Once the line with "fine = 10 **" is found in the entries below, repeat it and each following line exactly, up to and including the line with "def test_a_corner_between_the_points(points: int)". Add no other lines.

[Saved entries]
↓

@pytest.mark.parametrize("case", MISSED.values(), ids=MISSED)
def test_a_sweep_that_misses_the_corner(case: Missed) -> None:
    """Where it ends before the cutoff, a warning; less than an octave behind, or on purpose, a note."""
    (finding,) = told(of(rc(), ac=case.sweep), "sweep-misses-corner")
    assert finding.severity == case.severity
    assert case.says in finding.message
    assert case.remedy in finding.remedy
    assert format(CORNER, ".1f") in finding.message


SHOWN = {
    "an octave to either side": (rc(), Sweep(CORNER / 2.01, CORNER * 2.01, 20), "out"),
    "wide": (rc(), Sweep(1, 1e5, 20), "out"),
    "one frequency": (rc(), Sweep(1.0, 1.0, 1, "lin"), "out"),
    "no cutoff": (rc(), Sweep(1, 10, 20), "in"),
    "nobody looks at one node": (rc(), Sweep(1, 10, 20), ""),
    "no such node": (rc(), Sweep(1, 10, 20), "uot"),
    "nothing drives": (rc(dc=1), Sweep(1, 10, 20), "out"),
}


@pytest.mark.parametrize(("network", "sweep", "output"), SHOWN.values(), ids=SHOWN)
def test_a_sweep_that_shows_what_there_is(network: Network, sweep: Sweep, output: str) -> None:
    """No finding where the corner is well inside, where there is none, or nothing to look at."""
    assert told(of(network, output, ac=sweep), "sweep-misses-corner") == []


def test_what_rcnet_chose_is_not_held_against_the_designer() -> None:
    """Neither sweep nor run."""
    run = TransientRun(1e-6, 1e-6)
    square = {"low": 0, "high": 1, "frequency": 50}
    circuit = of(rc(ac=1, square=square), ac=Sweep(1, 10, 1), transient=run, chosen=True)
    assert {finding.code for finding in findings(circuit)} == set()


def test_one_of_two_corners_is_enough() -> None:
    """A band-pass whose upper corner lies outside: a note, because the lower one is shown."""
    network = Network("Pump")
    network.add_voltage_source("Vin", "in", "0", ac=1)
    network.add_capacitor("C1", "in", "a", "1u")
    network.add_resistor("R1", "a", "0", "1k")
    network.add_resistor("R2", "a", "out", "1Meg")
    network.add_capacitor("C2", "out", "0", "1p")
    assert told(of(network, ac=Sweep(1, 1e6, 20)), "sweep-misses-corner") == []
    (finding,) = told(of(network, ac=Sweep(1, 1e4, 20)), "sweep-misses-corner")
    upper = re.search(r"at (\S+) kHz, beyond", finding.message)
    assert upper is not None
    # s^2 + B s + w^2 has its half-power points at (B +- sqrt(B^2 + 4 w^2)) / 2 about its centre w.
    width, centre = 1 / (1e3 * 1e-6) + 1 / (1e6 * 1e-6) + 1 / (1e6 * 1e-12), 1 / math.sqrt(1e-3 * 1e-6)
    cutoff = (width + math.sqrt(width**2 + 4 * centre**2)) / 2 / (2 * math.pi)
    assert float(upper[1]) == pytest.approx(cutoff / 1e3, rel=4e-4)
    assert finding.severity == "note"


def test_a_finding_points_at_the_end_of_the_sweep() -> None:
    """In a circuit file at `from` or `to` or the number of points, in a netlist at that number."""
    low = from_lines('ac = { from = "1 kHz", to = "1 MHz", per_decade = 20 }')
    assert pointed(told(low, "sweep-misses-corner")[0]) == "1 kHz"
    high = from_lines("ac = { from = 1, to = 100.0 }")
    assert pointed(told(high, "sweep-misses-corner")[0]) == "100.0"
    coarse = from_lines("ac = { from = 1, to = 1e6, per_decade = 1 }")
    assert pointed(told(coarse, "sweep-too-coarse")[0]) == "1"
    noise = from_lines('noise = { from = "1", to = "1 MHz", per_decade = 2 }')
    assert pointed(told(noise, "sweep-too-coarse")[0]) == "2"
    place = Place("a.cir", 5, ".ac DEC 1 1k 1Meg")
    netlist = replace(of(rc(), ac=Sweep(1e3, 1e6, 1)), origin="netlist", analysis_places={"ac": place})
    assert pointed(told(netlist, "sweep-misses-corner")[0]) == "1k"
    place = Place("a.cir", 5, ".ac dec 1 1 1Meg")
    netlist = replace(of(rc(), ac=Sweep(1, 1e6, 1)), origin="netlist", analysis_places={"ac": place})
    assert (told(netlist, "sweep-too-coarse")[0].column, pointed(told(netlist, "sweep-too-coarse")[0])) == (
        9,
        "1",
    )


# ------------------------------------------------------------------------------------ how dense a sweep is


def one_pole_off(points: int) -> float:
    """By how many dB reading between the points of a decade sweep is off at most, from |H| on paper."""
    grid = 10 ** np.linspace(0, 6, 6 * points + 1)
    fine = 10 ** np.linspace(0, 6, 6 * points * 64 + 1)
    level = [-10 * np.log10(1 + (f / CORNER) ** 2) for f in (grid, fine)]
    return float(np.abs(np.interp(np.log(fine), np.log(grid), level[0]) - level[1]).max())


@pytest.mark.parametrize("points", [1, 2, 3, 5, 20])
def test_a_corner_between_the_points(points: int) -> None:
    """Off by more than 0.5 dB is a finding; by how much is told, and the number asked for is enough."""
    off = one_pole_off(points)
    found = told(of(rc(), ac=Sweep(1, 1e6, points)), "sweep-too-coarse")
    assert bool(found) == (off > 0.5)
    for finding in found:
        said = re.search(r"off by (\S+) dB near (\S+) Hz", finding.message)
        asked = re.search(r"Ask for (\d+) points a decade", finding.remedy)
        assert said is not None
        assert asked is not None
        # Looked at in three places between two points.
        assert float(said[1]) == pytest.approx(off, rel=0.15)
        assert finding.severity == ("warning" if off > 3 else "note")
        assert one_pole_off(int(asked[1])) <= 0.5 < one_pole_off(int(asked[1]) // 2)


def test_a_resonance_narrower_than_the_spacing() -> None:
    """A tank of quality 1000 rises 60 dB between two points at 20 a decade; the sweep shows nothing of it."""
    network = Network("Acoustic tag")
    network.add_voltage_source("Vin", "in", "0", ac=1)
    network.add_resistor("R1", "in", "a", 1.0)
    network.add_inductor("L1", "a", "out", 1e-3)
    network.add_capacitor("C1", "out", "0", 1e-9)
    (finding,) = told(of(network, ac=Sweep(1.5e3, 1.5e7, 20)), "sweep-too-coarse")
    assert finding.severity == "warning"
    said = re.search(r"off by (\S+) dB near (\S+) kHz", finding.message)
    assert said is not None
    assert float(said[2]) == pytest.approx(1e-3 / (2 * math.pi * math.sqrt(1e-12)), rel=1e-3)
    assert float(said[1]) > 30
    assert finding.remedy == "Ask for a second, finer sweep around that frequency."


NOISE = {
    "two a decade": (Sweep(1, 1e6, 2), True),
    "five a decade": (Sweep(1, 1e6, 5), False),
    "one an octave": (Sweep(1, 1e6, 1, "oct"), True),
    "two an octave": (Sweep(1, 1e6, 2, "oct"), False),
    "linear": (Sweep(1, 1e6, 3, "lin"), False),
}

↑
↓

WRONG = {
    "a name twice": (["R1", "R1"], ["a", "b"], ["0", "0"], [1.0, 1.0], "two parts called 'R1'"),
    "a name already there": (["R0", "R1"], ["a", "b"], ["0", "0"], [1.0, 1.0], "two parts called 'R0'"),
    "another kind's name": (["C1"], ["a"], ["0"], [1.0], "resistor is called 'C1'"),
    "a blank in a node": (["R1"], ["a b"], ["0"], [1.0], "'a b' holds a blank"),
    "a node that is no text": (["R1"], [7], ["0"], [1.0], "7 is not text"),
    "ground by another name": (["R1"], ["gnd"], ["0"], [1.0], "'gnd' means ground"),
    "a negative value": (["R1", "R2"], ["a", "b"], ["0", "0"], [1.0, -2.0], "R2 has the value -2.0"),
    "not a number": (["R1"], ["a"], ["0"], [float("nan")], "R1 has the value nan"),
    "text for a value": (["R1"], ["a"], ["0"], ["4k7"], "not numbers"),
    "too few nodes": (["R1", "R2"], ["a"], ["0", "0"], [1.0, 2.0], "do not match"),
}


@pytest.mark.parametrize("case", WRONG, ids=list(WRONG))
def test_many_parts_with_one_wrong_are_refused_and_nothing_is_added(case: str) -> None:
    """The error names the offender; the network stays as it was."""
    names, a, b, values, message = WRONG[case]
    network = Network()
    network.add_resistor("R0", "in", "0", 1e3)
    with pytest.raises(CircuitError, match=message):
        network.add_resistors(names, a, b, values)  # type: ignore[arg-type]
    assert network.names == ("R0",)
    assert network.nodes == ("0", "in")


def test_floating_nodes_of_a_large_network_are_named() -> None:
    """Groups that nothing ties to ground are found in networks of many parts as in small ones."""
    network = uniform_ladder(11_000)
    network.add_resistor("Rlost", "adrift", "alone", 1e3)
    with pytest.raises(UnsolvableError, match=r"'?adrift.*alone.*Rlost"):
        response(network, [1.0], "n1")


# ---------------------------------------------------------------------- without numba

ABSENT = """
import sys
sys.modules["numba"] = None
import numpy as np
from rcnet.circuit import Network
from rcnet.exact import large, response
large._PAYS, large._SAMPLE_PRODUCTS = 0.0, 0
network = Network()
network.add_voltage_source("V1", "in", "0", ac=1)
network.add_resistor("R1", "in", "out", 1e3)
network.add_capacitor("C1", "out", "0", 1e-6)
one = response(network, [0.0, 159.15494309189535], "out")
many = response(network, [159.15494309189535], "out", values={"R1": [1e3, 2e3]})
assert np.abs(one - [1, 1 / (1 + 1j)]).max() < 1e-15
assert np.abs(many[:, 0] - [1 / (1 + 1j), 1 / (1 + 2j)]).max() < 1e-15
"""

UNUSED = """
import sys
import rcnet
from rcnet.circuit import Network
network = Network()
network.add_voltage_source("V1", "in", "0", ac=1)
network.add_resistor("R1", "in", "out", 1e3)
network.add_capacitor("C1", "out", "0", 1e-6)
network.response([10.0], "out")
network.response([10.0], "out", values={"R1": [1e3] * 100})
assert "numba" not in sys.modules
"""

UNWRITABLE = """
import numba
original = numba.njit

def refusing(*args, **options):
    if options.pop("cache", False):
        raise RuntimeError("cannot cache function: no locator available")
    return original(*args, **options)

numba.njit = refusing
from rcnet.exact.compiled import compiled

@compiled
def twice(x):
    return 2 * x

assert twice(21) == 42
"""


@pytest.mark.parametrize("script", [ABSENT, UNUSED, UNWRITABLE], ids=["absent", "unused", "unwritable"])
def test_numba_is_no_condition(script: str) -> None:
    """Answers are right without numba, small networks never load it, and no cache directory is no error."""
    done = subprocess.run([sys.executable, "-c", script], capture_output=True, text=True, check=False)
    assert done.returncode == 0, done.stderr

↑
↓

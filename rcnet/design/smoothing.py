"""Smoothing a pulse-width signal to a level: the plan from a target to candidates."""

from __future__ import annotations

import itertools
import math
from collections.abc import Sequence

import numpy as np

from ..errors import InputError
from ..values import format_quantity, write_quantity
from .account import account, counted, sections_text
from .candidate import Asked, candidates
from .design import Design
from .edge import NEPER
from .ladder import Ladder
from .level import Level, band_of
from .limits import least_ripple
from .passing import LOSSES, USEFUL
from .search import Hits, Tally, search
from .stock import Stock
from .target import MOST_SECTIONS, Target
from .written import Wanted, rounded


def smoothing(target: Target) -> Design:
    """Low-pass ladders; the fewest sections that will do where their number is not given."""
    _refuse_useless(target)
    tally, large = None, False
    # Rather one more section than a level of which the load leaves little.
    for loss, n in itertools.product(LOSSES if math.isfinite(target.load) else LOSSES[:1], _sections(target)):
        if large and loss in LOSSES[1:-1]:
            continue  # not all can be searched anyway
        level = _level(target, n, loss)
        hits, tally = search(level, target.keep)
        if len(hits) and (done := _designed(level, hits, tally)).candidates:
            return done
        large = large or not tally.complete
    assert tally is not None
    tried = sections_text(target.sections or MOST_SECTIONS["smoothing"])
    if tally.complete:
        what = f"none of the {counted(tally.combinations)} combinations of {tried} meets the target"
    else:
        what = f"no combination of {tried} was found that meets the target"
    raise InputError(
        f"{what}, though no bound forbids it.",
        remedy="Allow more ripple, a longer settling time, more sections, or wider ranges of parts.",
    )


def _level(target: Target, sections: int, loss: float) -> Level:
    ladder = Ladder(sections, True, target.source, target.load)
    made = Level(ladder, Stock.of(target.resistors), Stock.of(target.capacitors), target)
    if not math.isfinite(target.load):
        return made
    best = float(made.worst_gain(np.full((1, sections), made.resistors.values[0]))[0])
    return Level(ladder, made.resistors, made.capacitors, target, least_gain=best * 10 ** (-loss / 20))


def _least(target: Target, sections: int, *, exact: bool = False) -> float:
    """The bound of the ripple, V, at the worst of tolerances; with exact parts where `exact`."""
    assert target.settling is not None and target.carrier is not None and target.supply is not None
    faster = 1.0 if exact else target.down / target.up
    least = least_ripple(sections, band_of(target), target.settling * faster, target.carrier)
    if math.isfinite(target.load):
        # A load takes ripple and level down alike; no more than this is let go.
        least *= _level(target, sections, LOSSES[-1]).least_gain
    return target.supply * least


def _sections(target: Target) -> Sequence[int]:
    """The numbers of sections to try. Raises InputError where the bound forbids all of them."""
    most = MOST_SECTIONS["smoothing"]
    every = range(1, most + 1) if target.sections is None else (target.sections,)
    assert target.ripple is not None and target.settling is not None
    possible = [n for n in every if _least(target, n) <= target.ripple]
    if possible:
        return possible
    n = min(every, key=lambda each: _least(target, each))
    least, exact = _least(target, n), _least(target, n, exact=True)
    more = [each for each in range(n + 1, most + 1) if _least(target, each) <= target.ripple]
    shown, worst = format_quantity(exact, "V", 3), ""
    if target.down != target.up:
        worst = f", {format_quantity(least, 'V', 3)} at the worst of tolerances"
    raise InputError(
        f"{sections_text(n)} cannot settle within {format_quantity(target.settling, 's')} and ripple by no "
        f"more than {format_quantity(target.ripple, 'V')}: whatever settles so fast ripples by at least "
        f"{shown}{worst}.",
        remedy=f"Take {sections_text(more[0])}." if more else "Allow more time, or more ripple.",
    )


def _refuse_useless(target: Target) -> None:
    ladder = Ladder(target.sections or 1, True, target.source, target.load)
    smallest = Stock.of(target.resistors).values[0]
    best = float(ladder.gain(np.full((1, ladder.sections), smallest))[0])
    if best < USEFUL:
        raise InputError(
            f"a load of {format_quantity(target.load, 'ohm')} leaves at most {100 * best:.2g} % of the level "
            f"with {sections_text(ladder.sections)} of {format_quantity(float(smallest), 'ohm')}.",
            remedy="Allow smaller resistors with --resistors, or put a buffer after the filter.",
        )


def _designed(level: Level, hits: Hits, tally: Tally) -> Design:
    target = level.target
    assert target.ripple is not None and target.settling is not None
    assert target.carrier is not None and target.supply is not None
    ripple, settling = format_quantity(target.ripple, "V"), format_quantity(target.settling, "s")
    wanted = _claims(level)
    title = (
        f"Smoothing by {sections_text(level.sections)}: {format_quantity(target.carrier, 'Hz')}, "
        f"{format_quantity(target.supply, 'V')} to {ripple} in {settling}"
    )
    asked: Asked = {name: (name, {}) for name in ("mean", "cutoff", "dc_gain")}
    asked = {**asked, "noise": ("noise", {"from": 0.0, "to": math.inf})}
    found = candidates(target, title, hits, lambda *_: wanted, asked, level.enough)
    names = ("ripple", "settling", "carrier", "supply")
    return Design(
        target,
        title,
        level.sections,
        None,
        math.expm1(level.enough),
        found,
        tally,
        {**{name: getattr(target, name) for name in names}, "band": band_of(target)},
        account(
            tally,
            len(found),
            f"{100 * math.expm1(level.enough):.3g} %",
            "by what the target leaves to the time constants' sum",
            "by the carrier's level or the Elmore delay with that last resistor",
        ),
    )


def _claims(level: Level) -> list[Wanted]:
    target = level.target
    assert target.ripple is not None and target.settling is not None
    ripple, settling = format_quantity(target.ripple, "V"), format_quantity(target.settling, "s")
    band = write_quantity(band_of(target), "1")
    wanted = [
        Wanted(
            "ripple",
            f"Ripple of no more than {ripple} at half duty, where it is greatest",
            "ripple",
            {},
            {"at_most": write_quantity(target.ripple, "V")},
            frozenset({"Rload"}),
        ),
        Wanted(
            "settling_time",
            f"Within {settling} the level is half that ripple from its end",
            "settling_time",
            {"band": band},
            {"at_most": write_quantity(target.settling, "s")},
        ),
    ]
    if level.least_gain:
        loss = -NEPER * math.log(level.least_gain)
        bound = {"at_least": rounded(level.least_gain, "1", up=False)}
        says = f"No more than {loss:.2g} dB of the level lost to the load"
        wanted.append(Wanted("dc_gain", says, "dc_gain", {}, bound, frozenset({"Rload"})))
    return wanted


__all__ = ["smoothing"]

↑

▸ REPLY
    fine = 10 ** np.linspace(0, 6, 6 * points * 64 + 1)
    level = [-10 * np.log10(1 + (f / CORNER) ** 2) for f in (grid, fine)]
    return float(np.abs(np.interp(np.log(fine), np.log(grid), level[0]) - level[1]).max())


@pytest.mark.parametrize("points", [1, 2, 3, 5, 20])
def test_a_corner_between_the_points(points: int) -> None:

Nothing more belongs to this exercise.